## Stored data entries
import {
	bankPeukertK,
	bankThevenin,
	CHEMISTRY_PROPS,
	cellsInSeries,
	chargeAcceptanceA,
	peukertEffectiveCurrentA,
} from './battery';
import { beginCapacitorStep, endCapacitorStep } from './capacitor';
import { cableAreaMm2 } from './conductors';
import { ADIABATIC_CONSTANTS } from './heating';
import { type CompiledNetwork, compileNetwork } from './network';
import { alternatorCurrent, bankCurrent } from './newton';
import { solveCompiled } from './solver';
import type { BatteryBank, BuildDocument } from './types';

/** A competition session: `burps` burps of `burpS` seconds with `restS` seconds between. */
export interface SessionSchedule {
	burps: number;
	burpS: number;
	restS: number;
	/** Fraction of rated power during a burp and during a rest (0: amplifiers idle). */
	burpDemand: number;
	restDemand: number;
	/** Engine speed throughout (rpm); 0 = engine off, nothing recharges in the rests. */
	engineRpm: number;
	conductorTempC: number;
	/** Time steps (s) inside a burp and inside a rest. */
	stepS: number;
	restStepS: number;
}

/** A session a team would run between rounds: five 10 s burps a minute apart at a fast idle. */
export const DEFAULT_SESSION: SessionSchedule = {
	burps: 5,
	burpS: 10,
	restS: 60,
	burpDemand: 1,
	restDemand: 0,
	engineRpm: 1500,
	conductorTempC: 25,
	stepS: 0.05,
	restStepS: 0.5,
};

/**
 * The bus is "back" once the strongest source's terminals are within this of the resting voltage
 * the session started from (our tolerance: about what a dash voltmeter resolves).
 */
export const RECOVERY_TOLERANCE_V = 0.05;

export interface SessionBurp {
	/** Start of the burp from the session's start (s). */
	startS: number;
	/** Lowest amplifier terminal voltage during the burp (V); null with no amplifier. */
	lowestAmplifierV: number | null;
	/** Each bank's state of charge at the end of the burp, by bank id. */
	socAfter: Record<string, number>;
	/**
	 * Seconds after the burp until the bus is back within RECOVERY_TOLERANCE_V of the resting
	 * voltage; null when it is not back before the next burp (or the session's end).
	 */
	recoveryS: number | null;
	/** The bus voltage at the end of the rest after this burp (V); null when there is no rest. */
	busAfterRestV: number | null;
}

export interface SessionRun {
	schedule: SessionSchedule;
	/** The strongest source's terminal voltage at rest before the first burp (V). */
	restingV: number;
	burps: SessionBurp[];
	/** Time (s) at which the system had no operating point any more (the session stops), or null. */
	collapsedAtS: number | null;
	endSoc: Record<string, number>;
	/**
	 * The run for a chart, at most ~600 points: the bus voltage, the lowest amplifier voltage in
	 * each interval (so a burp's dip shows however coarse the interval) and each bank's state of charge.
	 */
	trace: {
		timeS: number[];
		busV: number[];
		lowestAmplifierV: Array<number | null>;
		soc: Record<string, number[]>;
	};
	/**
	 * Each cable's temperature at the end of the session by the adiabatic relation over the whole
	 * session's ∫I²dt (IEC 60949; no cooling in the rests, so an upper bound), against its insulation.
	 */
	cables: Array<{ id: string; finalC: number; limitC: number }>;
}

/**
 * Moves a bank's state of charge by its current over dt: discharge counted with the
 * Peukert-effective current I·(I/I_H)^(k−1), charge at face value (coulomb counting).
 */
export function advanceSoc(bank: BatteryBank, soc: number, currentA: number, dtS: number): number {
	return Math.min(1, Math.max(0, soc - advanceSocRate(bank, currentA) * dtS));
}

/** Fraction of the bank's capacity a current takes per second (negative while charging). */
function advanceSocRate(bank: BatteryBank, currentA: number): number {
	const { capacityAh } = bankThevenin(bank);
	if (!(capacityAh > 0)) return 0;
	const eff = peukertEffectiveCurrentA(capacityAh, bank.ratedHours, currentA, bankPeukertK(bank));
	return eff / 3600 / capacityAh;
}

/** Refreshes a compiled network's banks for their states of charge (OCV and charge acceptance). */
export function setBankStates(
	net: CompiledNetwork,
	banks: readonly BatteryBank[],
	soc: Readonly<Record<string, number>>,
) {
	banks.forEach((bank, i) => {
		const compiled = net.banks[i]!;
		const th = bankThevenin(bank, soc[bank.id]!);
		compiled.ocvV = th.ocvV;
		compiled.chargeAcceptanceA = chargeAcceptanceA(bank, soc[bank.id]!);
		compiled.chargeResistanceOhm = th.resistanceOhm;
	});
}

const at = (v: Float64Array, i: number) => (i < 0 ? 0 : v[i]!);

/**
 * Each capacitor bank's voltage before a burp: charged to its terminals' voltage at the operating
 * point with the amplifiers idle (a capacitor carries no current there but its leakage).
 */
export function capacitorRestVoltages(
	doc: BuildDocument,
	conditions: { engineRpm: number; conductorTempC: number },
): number[] {
	const net = compileNetwork(doc, { ...conditions, demand: 0 });
	const { v } = solveCompiled(net);
	return net.capacitors.map((c) => at(v, c.p) - at(v, c.n));
}

/** The strongest source's terminal voltage: what the system settles at. */
function busVoltage(net: CompiledNetwork, v: Float64Array): number {
	let bus = 0;
	for (const b of net.banks) bus = Math.max(bus, at(v, b.p) - at(v, b.n));
	for (const a of net.alternators) {
		const x = at(v, a.p) - at(v, a.n);
		if (alternatorCurrent(a, x)[0] > 0) bus = Math.max(bus, x);
	}
	return bus;
}

function lowestAmp(net: CompiledNetwork, v: Float64Array): number {
	let m = Number.POSITIVE_INFINITY;
	for (const a of net.amplifiers) m = Math.min(m, at(v, a.p) - at(v, a.n));
	return m;
}

/**
 * A whole session through time: burps at the burp demand and rests at the rest demand, each step
 * solved (warm-started from the last) with every bank's state of charge carried from step to step
 * (`advanceSoc`), so the alternators recharge the banks in the rests as far as their output and the
 * banks' charge acceptance allow. Reports the lowest amplifier voltage in each burp, each bank's
 * state of charge after it, how long the bus takes to come back to its resting voltage, and each
 * cable's adiabatic temperature over the session.
 */
export function runSession(
	doc: BuildDocument,
	scheduleIn: Partial<SessionSchedule> = {},
): SessionRun {
	const schedule: SessionSchedule = { ...DEFAULT_SESSION, ...scheduleIn };
	const burps = Math.max(0, Math.floor(schedule.burps));
	const base = { engineRpm: schedule.engineRpm, conductorTempC: schedule.conductorTempC };
	const burpNet = compileNetwork(doc, { ...base, demand: schedule.burpDemand });
	const restNet = compileNetwork(doc, { ...base, demand: schedule.restDemand });
	const soc: Record<string, number> = Object.fromEntries(
		doc.banks.map((b) => [b.id, b.stateOfCharge]),
	);
	const totalS = burps * (schedule.burpS + schedule.restS);
	const interval = Math.max(schedule.restStepS, totalS / 600);
	const trace: SessionRun['trace'] = {
		timeS: [],
		busV: [],
		lowestAmplifierV: [],
		soc: Object.fromEntries(doc.banks.map((b) => [b.id, []])),
	};
	const i2t = new Float64Array(doc.cables.length);
	let bucketEnd = interval;
	let bucketMin = Number.POSITIVE_INFINITY;
	let t = 0;
	let collapsedAtS: number | null = null;
	let warmBurp: Float64Array | undefined;
	let warmRest: Float64Array | undefined;

	/** One step of dt on a network: solve, integrate charge and heat, record. Returns the bus voltage. */
	const step = (net: CompiledNetwork, dt: number, warm: Float64Array | undefined) => {
		setBankStates(net, doc.banks, soc);
		// The capacitor banks' voltages carry from step to step, whichever network the step uses.
		net.capacitors.forEach((c, k) => (c.vcV = capV[k]!));
		beginCapacitorStep(net.capacitors, dt);
		const raw = solveCompiled(net, warm);
		const v = raw.v;
		endCapacitorStep(
			net.capacitors,
			(k) => at(v, net.capacitors[k]!.p) - at(v, net.capacitors[k]!.n),
			dt,
		);
		net.capacitors.forEach((c, k) => (capV[k] = c.vcV));
		net.banks.forEach((b, i) => {
			const [currentA] = bankCurrent(b, at(v, b.p) - at(v, b.n));
			const bank = doc.banks[i]!;
			soc[bank.id] = advanceSoc(bank, soc[bank.id]!, currentA, dt);
		});
		net.cables.forEach((c, i) => {
			const currentA = (at(v, c.p) - at(v, c.n)) * c.g;
			i2t[i] += currentA * currentA * dt;
		});
		t += dt;
		const bus = busVoltage(net, v);
		bucketMin = Math.min(bucketMin, lowestAmp(net, v));
		if (t >= bucketEnd - 1e-9) {
			trace.timeS.push(t);
			trace.busV.push(bus);
			trace.lowestAmplifierV.push(Number.isFinite(bucketMin) ? bucketMin : null);
			for (const b of doc.banks) trace.soc[b.id]!.push(soc[b.id]!);
			bucketMin = Number.POSITIVE_INFINITY;
			bucketEnd = t + interval;
		}
		if (raw.collapsed && collapsedAtS === null) collapsedAtS = t;
		return { v, bus, lowest: lowestAmp(net, v) };
	};

	setBankStates(restNet, doc.banks, soc);
	const rested = solveCompiled(restNet);
	const restingV = busVoltage(restNet, rested.v);
	// Charged at the resting point before the first burp.
	const capV = restNet.capacitors.map((c) => at(rested.v, c.p) - at(rested.v, c.n));
	warmRest = rested.v;

	const out: SessionBurp[] = [];
	for (let k = 0; k < burps && collapsedAtS === null; k++) {
		const startS = t;
		let lowest = Number.POSITIVE_INFINITY;
		const burpSteps = Math.max(1, Math.round(schedule.burpS / schedule.stepS));
		const dtBurp = schedule.burpS / burpSteps;
		for (let s = 0; s < burpSteps && collapsedAtS === null; s++) {
			const r = step(burpNet, dtBurp, warmBurp);
			warmBurp = r.v;
			lowest = Math.min(lowest, r.lowest);
		}
		const socAfter = { ...soc };
		let recoveryS: number | null = null;
		let busAfterRestV: number | null = null;
		const restSteps =
			schedule.restS > 0 ? Math.max(1, Math.round(schedule.restS / schedule.restStepS)) : 0;
		const dtRest = restSteps ? schedule.restS / restSteps : 0;
		for (let s = 0; s < restSteps && collapsedAtS === null; s++) {
			const r = step(restNet, dtRest, warmRest);
			warmRest = r.v;
			busAfterRestV = r.bus;
			// The rest step's solve is the state at the step's start: the bus right after the burp.
			if (recoveryS === null && r.bus >= restingV - RECOVERY_TOLERANCE_V) recoveryS = s * dtRest;
		}
		out.push({
			startS,
			lowestAmplifierV: Number.isFinite(lowest) ? lowest : null,
			socAfter,
			recoveryS,
			busAfterRestV,
		});
	}
	return {
		schedule,
		restingV,
		burps: out,
		collapsedAtS,
		endSoc: { ...soc },
		trace,
		cables: doc.cables.map((c, i) => {
			const { K, beta } = ADIABATIC_CONSTANTS[c.material];
			const area = cableAreaMm2(c.size) * c.parallelRuns;
			const exponent = area > 0 ? i2t[i]! / (K * K * area * area) : 0;
			const finalC = (schedule.conductorTempC + beta) * Math.exp(Math.min(exponent, 700)) - beta;
			return { id: c.id, finalC, limitC: c.insulationC };
		}),
	};
}

export interface PlayTime {
	/** Seconds of music with the engine off until the first bank reaches its cut-off; null beyond `maxS`. */
	seconds: number | null;
	/** What ended it. */
	endedBy: 'cutoff' | 'empty' | 'collapse' | 'limit';
	/** The run for a chart: the lowest amplifier voltage and the lowest bank terminal voltage. */
	trace: { timeS: number[]; lowestAmplifierV: Array<number | null>; lowestBankV: number[] };
}

/**
 * How long the banks carry music-level demand with the engine off: stepped through time with the
 * states of charge carried as in a session, until the first bank's terminal voltage falls to its
 * cut-off (`cutoffV`, or the chemistry's cut-off per cell × cells) or a bank is empty (0 %, for a
 * chemistry whose table still rests above the cut-off there), the network collapses, or
 * `maxS` passes. The crossing is interpolated inside the last step.
 */
export function engineOffPlayTime(
	doc: BuildDocument,
	opts: {
		demand: number;
		conductorTempC: number;
		cutoffV: number | null;
		stepS?: number;
		maxS?: number;
	},
): PlayTime {
	const stepS = opts.stepS ?? 10;
	const maxS = opts.maxS ?? 6 * 3600;
	const trace: PlayTime['trace'] = { timeS: [], lowestAmplifierV: [], lowestBankV: [] };
	if (doc.banks.length === 0) return { seconds: 0, endedBy: 'cutoff', trace };
	const net = compileNetwork(doc, {
		engineRpm: 0,
		demand: opts.demand,
		conductorTempC: opts.conductorTempC,
	});
	const cutoffs = doc.banks.map(
		(b) => opts.cutoffV ?? CHEMISTRY_PROPS[b.chemistry].cutoffPerCell * cellsInSeries(b),
	);
	const soc: Record<string, number> = Object.fromEntries(
		doc.banks.map((b) => [b.id, b.stateOfCharge]),
	);
	const every = Math.max(1, Math.round(maxS / stepS / 400));
	let warm: Float64Array | undefined;
	let prevMargin: number | null = null;
	for (let k = 0; k * stepS <= maxS; k++) {
		const t = k * stepS;
		setBankStates(net, doc.banks, soc);
		const raw = solveCompiled(net, warm);
		warm = raw.v;
		let margin = Number.POSITIVE_INFINITY;
		let lowestBank = Number.POSITIVE_INFINITY;
		net.banks.forEach((b, i) => {
			const x = at(raw.v, b.p) - at(raw.v, b.n);
			lowestBank = Math.min(lowestBank, x);
			margin = Math.min(margin, x - cutoffs[i]!);
		});
		if (k % every === 0 || raw.collapsed || margin <= 0) {
			const lowest = lowestAmp(net, raw.v);
			trace.timeS.push(t);
			trace.lowestAmplifierV.push(Number.isFinite(lowest) ? lowest : null);
			trace.lowestBankV.push(lowestBank);
		}
		if (raw.collapsed) return { seconds: t, endedBy: 'collapse', trace };
		if (margin <= 0) {
			// Linear between the last step above the cut-off and this one below it.
			const seconds =
				prevMargin === null || prevMargin <= margin
					? t
					: t - stepS + (stepS * prevMargin) / (prevMargin - margin);
			return { seconds, endedBy: 'cutoff', trace };
		}
		prevMargin = margin;
		// A bank whose chemistry still holds its voltage above the cut-off at 0 % is empty there.
		let emptyAfterS = Number.POSITIVE_INFINITY;
		net.banks.forEach((b, i) => {
			const [currentA] = bankCurrent(b, at(raw.v, b.p) - at(raw.v, b.n));
			const bank = doc.banks[i]!;
			const before = soc[bank.id]!;
			const unclamped = before - advanceSocRate(bank, currentA) * stepS;
			if (unclamped <= 0 && before > unclamped)
				emptyAfterS = Math.min(emptyAfterS, (stepS * before) / (before - unclamped));
			soc[bank.id] = advanceSoc(bank, before, currentA, stepS);
		});
		if (Number.isFinite(emptyAfterS)) return { seconds: t + emptyAfterS, endedBy: 'empty', trace };
	}
	return { seconds: null, endedBy: 'limit', trace };
}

## Exercise requirements
Taking the entries above, print exactly the lines starting at the line with "const [currentA] = bankCurrent(b, at(v, b.p)" and ending at the line with "for (const b of doc.banks)", both included.

## Reply to the task
			const [currentA] = bankCurrent(b, at(v, b.p) - at(v, b.n));
			const bank = doc.banks[i]!;
			soc[bank.id] = advanceSoc(bank, soc[bank.id]!, currentA, dt);
		});
		net.cables.forEach((c, i) => {
			const currentA = (at(v, c.p) - at(v, c.n)) * c.g;
			i2t[i] += currentA * currentA * dt;
		});
		t += dt;
		const bus = busVoltage(net, v);
		bucketMin = Math.min(bucketMin, lowestAmp(net, v));
		if (t >= bucketEnd - 1e-9) {
			trace.timeS.push(t);
			trace.busV.push(bus);
			trace.lowestAmplifierV.push(Number.isFinite(bucketMin) ? bucketMin : null);
			for (const b of doc.banks) trace.soc[b.id]!.push(soc[b.id]!);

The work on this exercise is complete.